Hiiiiiiiiiii, it’s an Explosion in Xie Xie’s Pants!

By schnufflesalphonse

The bomb in Charlie’s pants is on the other side. And it’s made of poo.

Unless you count flat-ironing his hair, Charlie has never had an actual job or done anything economically productive in his entire life. Somehow though, he is friends with responsible employed people. “FRIENDS,” REALLY? NO ONE THAT THE FACT CHECKING DEPARTMENT CONTACTED WOULD CONFIRM. – ed.

One of them, a junior vice president for oils, salads and dressings at a $5 billion media company in midtown, invited Charlie for lunch yesterday and for reasons untold, he had to cancel.
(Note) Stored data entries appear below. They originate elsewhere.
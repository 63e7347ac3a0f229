#pragma once
#include <cstddef>
#include <cstdint>
#include <vector>

#include "lagscape/base/aligned_buffer.h"
#include "lagscape/stats/kernels.h"

namespace lagscape {

/// How often a cosine-like design column of angular frequency `omega` (radians per step; 0 for linear and quadratic
/// terms) occurs: what the bias of autoregressive coefficients depends on (see ar_model.h).
struct DesignFrequency {
  double omega = 0;
  int columns = 1;
};

/// What a design is made from. Every step belongs to one group (a season of the calendar, or all to group 0), which has
/// a mean of its own; columns come on top.
struct DesignColumns {
  std::size_t steps = 0;
  std::vector<std::uint16_t> group;  ///< per step
  std::size_t groups = 1;
  std::vector<std::vector<double>> season;   ///< harmonics, each over all steps
  int trend_degree = 0;                      ///< 0 none, 1 linear, 2 quadratic in time
  std::vector<DesignFrequency> frequencies;  ///< of all columns but the mean
};

/// A least-squares design of one complete record, made once per job: dense columns are centred in each group and made
/// orthonormal, the linear (then quadratic) term last. Columns that depend on earlier ones (a sine at the Nyquist
/// frequency) are left out. A cell with gaps takes its missing rows off the complete normal equations (fit_lanes).
class Design {
 public:
  explicit Design(const DesignColumns& columns);

  [[nodiscard]] DesignView view() const noexcept {
    return {group_.size(), groups_, dense_, group_.data(), columns_.data()};
  }
  [[nodiscard]] std::size_t steps() const noexcept { return group_.size(); }
  [[nodiscard]] std::size_t groups() const noexcept { return groups_; }
  [[nodiscard]] std::size_t dense() const noexcept { return dense_; }
  [[nodiscard]] std::size_t trend_columns() const noexcept { return trend_columns_; }
  /// Raw trend terms, one after the other: time in steps from the middle of the record, and its square less its mean.
  [[nodiscard]] const double* trend_terms() const noexcept { return trend_terms_.data(); }
  /// Raw trend coefficients follow from the effects of the last orthonormal columns: upper triangle, trend_columns
  /// squared.
  [[nodiscard]] double triangle(std::size_t row, std::size_t col) const noexcept {
    return triangle_[row * trend_columns_ + col];
  }
  [[nodiscard]] const std::vector<DesignFrequency>& frequencies() const noexcept { return frequencies_; }

 private:
  std::vector<std::uint16_t> group_;
  std::size_t groups_ = 1, dense_ = 0, trend_columns_ = 0;
  AlignedVector<double> columns_;
  std::vector<double> trend_terms_, triangle_;
  std::vector<DesignFrequency> frequencies_;
};

/// Result of a fit, per lane.
struct alignas(64) LaneFit {
  double count[kLanes];          ///< values used (a season with a single value is left out)
  double dropped[kLanes];        ///< values in seasons with fewer than two values
  double parameters[kLanes];     ///< q: seasons with values + dense columns
  double mean[kLanes];           ///< of the values used
  double slope[kLanes];          ///< per step; 0 without a trend term
  double slope_factor[kLanes];   ///< [(X'X)^-1] of the linear term: variance of the slope / variance of white noise
  double sum_squares[kLanes];    ///< of the residuals
  double total_squares[kLanes];  ///< about the mean
  double share_trend[kLanes], share_season[kLanes];  ///< variance of the fitted component / variance of the values
  std::uint8_t incomplete = 0;  ///< lanes with fewer than two seasons left, or columns that the gaps make dependent
};

/// Scratch of fit_lanes, sized once per thread.
class FitScratch {
 public:
  explicit FitScratch(const Design& design);

 private:
  friend LaneFit fit_lanes(const KernelTable&, const Design&, const double*, std::uint8_t*, const LaneSummary&, double*,
                           FitScratch&) noexcept;
  friend struct FitSolver;
  AlignedVector<double> group_sums, group_counts, group_columns, cross, factor, dots, effect, group_effect;
};

/// Joint least-squares fit of season and trend for the lanes of one tile, gaps and all; one step of iterative
/// refinement. x: raw tile (missing = NaN). bits: in, the values to use; out, without seasons of fewer than two values.
/// d: out, residuals, 0 where not valid. Lanes without bits give zeros. Never throws, allocates nothing. Season and
/// trend in one fit: fitting month means first attenuates slopes (ratio 144(y^2-1)/(144y^2-1) for y years).
LaneFit fit_lanes(const KernelTable& kernels, const Design& design, const double* x, std::uint8_t* bits,
                  const LaneSummary& summary, double* d, FitScratch& scratch) noexcept;

}  // namespace lagscape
THIS SAVED CHARLIE’S LIFE.

‘Why,’ you ask, gentle readers? Because that day it was ordered shut down by the United States Department of Health and Microwave Ovens. LIGHTEN UP ON THE 30 ROCK JOKES. IT MAKES YOU LOOK CHEAP. – ed. If Charlie’s sources in the building are correct, and they probably are, almost 56K people have been sent to the hospital with bleedy diarrhea. CAN YOU THINK OF A LESS OFFENSIVE WORD THAN THE BIG D. IT’S SO… MESSY. – ed.

Anyway, he narrowly escaped a bloody rectum — only to put himself in harm’s way again and again this weekend at the man bars. Zing. WHAT DID I SAY ABOUT CHEAP. THIS ISN’T A WOMAN’S MAGAZINE; CLEAN IT UP. – ed.